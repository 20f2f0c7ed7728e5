"""Overhead ozone column that follows the box's own ozone (scenario switch).

With ``[photolysis] ozone_column_follows_box = true`` the box is taken to
stand for a layer of depth ``H`` (``ozone_loss_layer_depth``, default 10 km)
in which ozone changes as it does in the box.  The overhead column used for
J is then the scenario's column minus the ozone the layer has lost:

    column(t) = max(column_scenario(t) - (x0 - x(t)) [M](t) H / (1 DU), 0)      [DU]

with ``x`` the box's O3 mole fraction (``x0`` at the start), ``[M]`` the air
number density [cm-3], ``H`` in cm and 1 DU = 2.6867e16 molecule cm-2.  Mole
fractions (not number densities) are compared so that compression or
expansion of the air along a trajectory is not counted as ozone loss.  A box
that gains ozone thickens the column by the same rule.

Why 10 km: polar spring ozone loss spans roughly 12-22 km (recalled from
memory), and full loss of 2.6 ppmv at 60 hPa and 200 K (5.6e12 cm-3) over
10 km removes about 210 DU, the order of the observed springtime Antarctic
column deficit of 150-200 DU (recalled from memory).  The rule ignores that
loss is not uniform with height; it is meant for "how much does the
self-shielding feedback matter", not as a column model.

Coupling to the integrator: J depends on the box's O3 only through this
column, so it is treated as lagged: the column uses the box's O3 at the start
of the solver's current feedback window (windows end on every output time and
last at most ``FEEDBACK_INTERVAL_S`` = 30 min) and the Jacobian neglects
dJ/d[O3].  The compiled time loop gives every member of a batch its own column
as ln J offsets on the shared table (:class:`MemberOzoneColumns`); the earlier
treatment, ``observe`` through the time loop's ``on_accept`` with a table per
window at the observed column (one member at a time), is kept as the reference
(``integrate_batch(ozone_feedback="observe")``) and is what the numpy reference
loop does after every step.  J(O3 -> O1D) changes by about 8-10 % per
10 DU (measured with the J table at 220 DU, 18.5 km); a box losing 3 % of its
ozone per day moves the column by about 0.25 DU per hour, so the lag changes J
by about 0.25 % per hour of lag, at most about 0.12 % here.
"""
from __future__ import annotations

import numpy as np

from ..errors import BoxchemError
from ..units import DOBSON_UNIT_CM2

__all__ = ["DEFAULT_LAYER_DEPTH_M", "box_ozone_column", "OzoneFollowingPhotolysis",
           "MemberOzoneColumns", "MemberOzoneJ"]

#: default depth of the layer the box stands for [m] (see module docstring)
DEFAULT_LAYER_DEPTH_M = 10_000.0


def box_ozone_column(column_DU, o3_mole_fraction_start, o3_mole_fraction, air_density_cm3,
                     layer_depth_m):
    """Overhead ozone column [DU] after the box's ozone change, floored at 0.

    ``column_DU`` the scenario's column [DU]; mole fractions [1]; air number
    density [cm-3]; ``layer_depth_m`` [m].  Arrays broadcast.
    """
    deficit = (np.asarray(o3_mole_fraction_start, float) - np.asarray(o3_mole_fraction, float)) \
        * np.asarray(air_density_cm3, float) * (float(layer_depth_m) * 100.0) / DOBSON_UNIT_CM2
    return np.maximum(np.asarray(column_DU, float) - deficit, 0.0)


class OzoneFollowingPhotolysis:
    """Wraps a PhotolysisRates so that its ozone column follows the box's O3.

    Same call signature as :class:`boxchem.photolysis.rates.PhotolysisRates`;
    the ``ozone_column_DU`` passed in (the scenario's) is replaced by
    :func:`box_ozone_column` of the last observed O3.  ``observe(t_s, y)`` is
    the integrator's ``on_accept`` hook; the first call sets ``x0``.
    Other attributes (``source``, ``horizon_deg``, ...) pass through.
    """

    def __init__(self, photolysis, environment, o3_index: int, layer_depth_m: float = DEFAULT_LAYER_DEPTH_M):
        if not (np.isfinite(layer_depth_m) and layer_depth_m > 0):
            raise BoxchemError(f"ozone layer depth: got {layer_depth_m!r} m; expected a finite depth > 0 m")
        self.photolysis = photolysis
        self.environment = environment
        self.o3_index = int(o3_index)
        self.layer_depth_m = float(layer_depth_m)
        self.o3_mole_fraction_start = None
        self.o3_mole_fraction = None
        self._last_t = None
        self._air = None

    def __getattr__(self, name):
        if name == "photolysis":     # not yet set (e.g. while unpickling)
            raise AttributeError(name)
        return getattr(self.photolysis, name)

    def observe(self, t_s: float, y) -> None:
        """Record the box's O3 mole fraction at ``t_s`` [s] from ``y`` [cm-3]."""
        if t_s == self._last_t:
            return
        air = float(self.environment.at(float(t_s)).air_density)
        x = float(y[self.o3_index]) / air
        if self.o3_mole_fraction_start is None:
            self.o3_mole_fraction_start = x
        self.o3_mole_fraction = x
        self._air = air
        self._last_t = t_s

    def member_columns(self, edges, y0, phot_cols) -> "MemberOzoneColumns":
        """Each member's own column on the batch time loop's feedback windows ``edges``
        (:class:`MemberOzoneColumns`); nothing is observed here."""
        return MemberOzoneColumns(self, edges, y0, phot_cols)

    def column(self, column_DU, air_density_cm3):
        """Column [DU] used now for the scenario column ``column_DU`` and air density [cm-3]."""
        if self.o3_mole_fraction is None:
            return column_DU
        return box_ozone_column(column_DU, self.o3_mole_fraction_start, self.o3_mole_fraction,
                                air_density_cm3, self.layer_depth_m)

    def __call__(self, sza_deg, ozone_column_DU=300.0, temperature_K=220.0, distance_factor=1.0):
        """J [s-1] as PhotolysisRates, at the followed ozone column."""
        if self.o3_mole_fraction is not None:
            ozone_column_DU = self.column(ozone_column_DU, self._air)
            if np.ndim(ozone_column_DU) == 0:
                ozone_column_DU = float(ozone_column_DU)
        return self.photolysis(sza_deg, ozone_column_DU, temperature_K, distance_factor)


class MemberOzoneColumns:
    """Each member's own followed column in a batch: ln J offsets on the shared J table.

    The batched form of :meth:`OzoneFollowingPhotolysis.observe` (as
    ``solver/statesurfaces.py`` is for surfaces): the shared table holds J at
    the scenario's column (nothing observed); at the start t_e of every feedback
    window [t_e, t_e'] each running member m gets, on every photolysis column c,

        lm_c += ln J_c(chi*, column_m, T*, d*) - ln J_c(chi*, column_scenario(t*), T*, d*)

    with column_m = :func:`box_ozone_column` of the member's own O3 mole fraction at
    t_e (its own x0 at the start; air density at t_e, as ``observe`` records it)
    and chi*, T*, d* the solar zenith angle, temperature and distance factor at the
    window's mid-point t*.  So J is exact at t* and the ratio is held over the window
    (the table keeps J's SZA dependence; an error second order in the window), the
    column lagged by at most one window as before.  Dark mid-points get no offset
    (J is 0 there).  Every expression is elementwise over members.

    ``edges`` (n_windows + 1,) [s]: the feedback windows; ``y0`` (members,
    n_variable) [cm-3] the state at edges[0]; ``phot_cols`` the photolysis
    columns of the rate coefficient model.
    """

    def __init__(self, follower: OzoneFollowingPhotolysis, edges, y0, phot_cols):
        env = follower.environment
        edges = np.asarray(edges, dtype=float)
        mids = 0.5 * (edges[:-1] + edges[1:])
        state = env.at(mids)
        n = mids.size

        def series(v):
            return np.broadcast_to(np.asarray(v, dtype=float), (n,)).copy()
        self.follower = follower
        self.base = follower.photolysis
        self.o3 = follower.o3_index
        self.cols = np.asarray(phot_cols, dtype=np.int64)
        self.sza, self.T = series(state.solar_zenith_angle), series(state.temperature)
        self.distance, self.column = series(state.distance_factor), series(state.ozone_column)
        self.lit = self.sza < series(state.horizon_zenith_angle)
        self.air_start = series(env.at(edges[:-1]).air_density)
        self.x0 = np.asarray(y0, dtype=float)[:, self.o3] / self.air_start[0]
        self.evaluations = 0

    def offsets(self, window: int, rows, y) -> np.ndarray:
        """(len(rows), n_photolysis) ln J offsets of the running members ``rows`` with
        states ``y`` (len(rows), n_variable) [cm-3] at the window's start."""
        rows = np.asarray(rows, dtype=np.intp)
        out = np.zeros((rows.size, self.cols.size))
        if not self.lit[window] or not rows.size:
            return out
        air = self.air_start[window]
        x = np.asarray(y, dtype=float)[:, self.o3] / air
        column = box_ozone_column(self.column[window], self.x0[rows], x, air,
                                  self.follower.layer_depth_m)
        args = (self.T[window], self.distance[window])
        j = self.base(np.full(rows.size, self.sza[window]), column, *args)[:, self.cols]
        j_ref = self.base(self.sza[window], self.column[window], *args)[self.cols]
        self.evaluations += 1
        return np.log(np.maximum(j, 1e-300)) - np.log(np.maximum(j_ref, 1e-300))

    def output_j(self, state, multiplier) -> "MemberOzoneJ":
        """The members' exact J at the output times (``state``: the environment there)."""
        return MemberOzoneJ(self, state, multiplier)


class MemberOzoneJ:
    """Each member's J at the output times from its own column there (computed on demand
    from the states ``y``, as :class:`~boxchem.solver.statesurfaces.MemberSurfaceK`)."""

    def __init__(self, columns: MemberOzoneColumns, state, multiplier):
        self.c = columns
        self.columns = columns.cols
        n = np.asarray(state.air_density).size

        def series(v):
            return np.broadcast_to(np.asarray(v, dtype=float), (n,))
        self._sza, self._T = series(state.solar_zenith_angle), series(state.temperature)
        self._d, self._col = series(state.distance_factor), series(state.ozone_column)
        self._air = series(state.air_density)
        self._lit = self._sza < series(state.horizon_zenith_angle)
        self._multiplier = np.asarray(multiplier, dtype=float)[self.columns]

    def column(self, y, rows=slice(None)) -> np.ndarray:
        """The followed column [DU] (members, n_out) of the members ``rows`` with states
        ``y`` (members, n_out, n_variable) [cm-3] (what J uses from there on)."""
        y = np.asarray(y, dtype=float)
        n = y.shape[-2]
        return box_ozone_column(self._col[:n], self.c.x0[rows][:, None], y[..., self.c.o3] / self._air[:n],
                                self._air[:n], self.c.follower.layer_depth_m)

    def __call__(self, y, rows=slice(None)) -> np.ndarray:
        """J (members, n_out, n_photolysis) [s-1] with the scenario's [scale], without member
        factors, of the members ``rows`` with states ``y`` (members, n_out, n_variable)."""
        n = np.asarray(y).shape[-2]
        column = self.column(y, rows)
        shape = column.shape
        sza = np.broadcast_to(self._sza[:n], shape)
        lit = np.broadcast_to(self._lit[:n], shape) & np.isfinite(column)
        j = np.zeros(shape + (self.columns.size,))
        if lit.any():
            j[lit] = self.c.base(sza[lit], column[lit], np.broadcast_to(self._T[:n], shape)[lit],
                                 np.broadcast_to(self._d[:n], shape)[lit])[:, self.columns]
        return j * self._multiplier
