def fill_reducing_order(kinetics) -> np.ndarray:
    """Species order of the sparse LU (``sparselu``: minimum degree or degree sort, fewer operations)."""
    from .sparselu import sparse_lu_structure
    return sparse_lu_structure(kinetics).perm


def method_arrays(method) -> tuple:
    """``(gamma, A, C, m, e, alpha, gamma_sum, reuse, error_exponent)`` of a RosenbrockMethod.

    ``reuse[i]`` is 1 when stage i sits at the same point as stage i-1 (its f is reused).
    """
    from .rosenbrock import _trimmed
    s = method.stages
    a = np.zeros((s, s))
    c = np.zeros((s, s))
    reuse = np.zeros(s, dtype=np.int64)
    prev = (0.0, ())
    for i in range(s):
        for j, v in enumerate(method.a[i]):
            a[i, j] = v
        for j, v in enumerate(method.c[i]):
            c[i, j] = v
        point = (method.alpha[i], _trimmed(method.a[i]))
        if i > 0 and point == prev:
            reuse[i] = 1
        prev = point
    return (float(method.gamma), a, c, np.asarray(method.m, float), np.asarray(method.e, float),
            np.asarray(method.alpha, float), np.asarray(method.gamma_sum, float), reuse,
            1.0 / (method.error_order + 1))


# ---------------------------------------------------------------------------
# kernels
# ---------------------------------------------------------------------------
@_njit
def _kinetics(y, k, fixed, mass, sat, sat_half, st_ptr, st_idx, st_val, jac_pos, jac_cols,
              jac_vals, c, rate, d, f_out, jac_out, want_rhs, want_jac):
    """Rates into ``rate``; RHS into ``f_out`` and/or the Jacobian into the flat ``jac_out``.

    ``jac_pos[q]`` is where Jacobian scatter triplet q lands in ``jac_out``: the
    position in the sparse LU pattern (``sparselu``) or the flat index of a dense
    (n, n) array.  ``c`` (nv + nf + 1), ``rate`` (nr) and ``d`` (nr * (width +
    swidth)) are work arrays.
    """
    _kinetics_dt(y, k, fixed, k, fixed, mass, sat, sat_half, st_ptr, st_idx, st_val, jac_pos,
                 jac_cols, jac_vals, c, rate, d, f_out, jac_out, f_out, want_rhs, want_jac, False)


@_njit
def _kinetics_dt(y, k, fixed, dk, dfixed, mass, sat, sat_half, st_ptr, st_idx, st_val, jac_pos,
                 jac_cols, jac_vals, c, rate, d, f_out, jac_out, dfdt_out, want_rhs, want_jac,
                 want_dt):
    """``_kinetics``, and with ``want_dt`` (needs ``want_jac``) the partial time derivative
    d f/d t = S (d rate/d t) at fixed y into ``dfdt_out``, exactly: rates are linear in
    k (the term dk prod c) and multilinear in the fixed-species slots (the term
    d rate/d c_p dfixed_p, from the Jacobian's slot derivatives ``d``).
    """
    nv = y.shape[0]
    nf = fixed.shape[0]
    nr = k.shape[0]
    width = mass.shape[1]
    swidth = sat.shape[1]
    nslot = width + swidth
    first_fixed = np.uint64(nv)          # slot indices of the fixed species (unsigned, as mass)
    end_fixed = np.uint64(nv + nf)
    for i in range(nv):
        c[i] = y[i]
    for i in range(nf):
        c[nv + i] = fixed[i]
    c[nv + nf] = 1.0
    one_slot = np.uint64(nv + nf)         # padding slots point at the constant one
    for r in range(nr):
        mprod = 1.0
        for p in range(width):
            mprod *= c[mass[r, p]]
        # real saturation slots come first; padding has half = 0 (factor exactly 1): skipped
        n_sat = 0
        sprod = 1.0
        for q in range(swidth):
            half = sat_half[r, q]
            if half == 0.0:
                break
            b = c[sat[r, q]]
            sprod *= b / (b + half)
            n_sat += 1
        rate[r] = k[r] * mprod * sprod
        if want_jac:
            for p in range(width):
                if mass[r, p] == one_slot:    # padding: no derivative is ever read
                    break
                v = k[r] * sprod
                for q in range(width):
                    if q != p:
                        v *= c[mass[r, q]]
                d[r * nslot + p] = v
            for p in range(n_sat):
                b = c[sat[r, p]]
                half = sat_half[r, p]
                v = k[r] * mprod * (half / ((b + half) * (b + half)))
                for q in range(n_sat):
                    if q != p:
                        bq = c[sat[r, q]]
                        v *= bq / (bq + sat_half[r, q])
                d[r * nslot + width + p] = v
            if want_dt:
                v = dk[r] * mprod * sprod
                for p in range(width):
                    slot = mass[r, p]
                    if slot >= first_fixed and slot < end_fixed:
                        v += d[r * nslot + p] * dfixed[slot - first_fixed]
                rate[r] = v              # the rates themselves are not needed by this caller
    if want_dt:
        for i in range(nv):
            dfdt_out[i] = 0.0
        for r in range(nr):
            for q in range(st_ptr[r], st_ptr[r + 1]):
                dfdt_out[st_idx[q]] += st_val[q] * rate[r]
    if want_rhs:
        for i in range(nv):
            f_out[i] = 0.0
        for r in range(nr):
            for q in range(st_ptr[r], st_ptr[r + 1]):
                f_out[st_idx[q]] += st_val[q] * rate[r]
    if want_jac:
        for i in range(jac_out.shape[0]):
            jac_out[i] = 0.0
        for q in range(jac_pos.shape[0]):
            jac_out[jac_pos[q]] += jac_vals[q] * d[jac_cols[q]]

- Exercise details -
A complete answer gives every line of the data that includes "running".

- Result -
    window [t_e, t_e'] each running member m gets, on every photolysis column c,
        """(len(rows), n_photolysis) ln J offsets of the running members ``rows`` with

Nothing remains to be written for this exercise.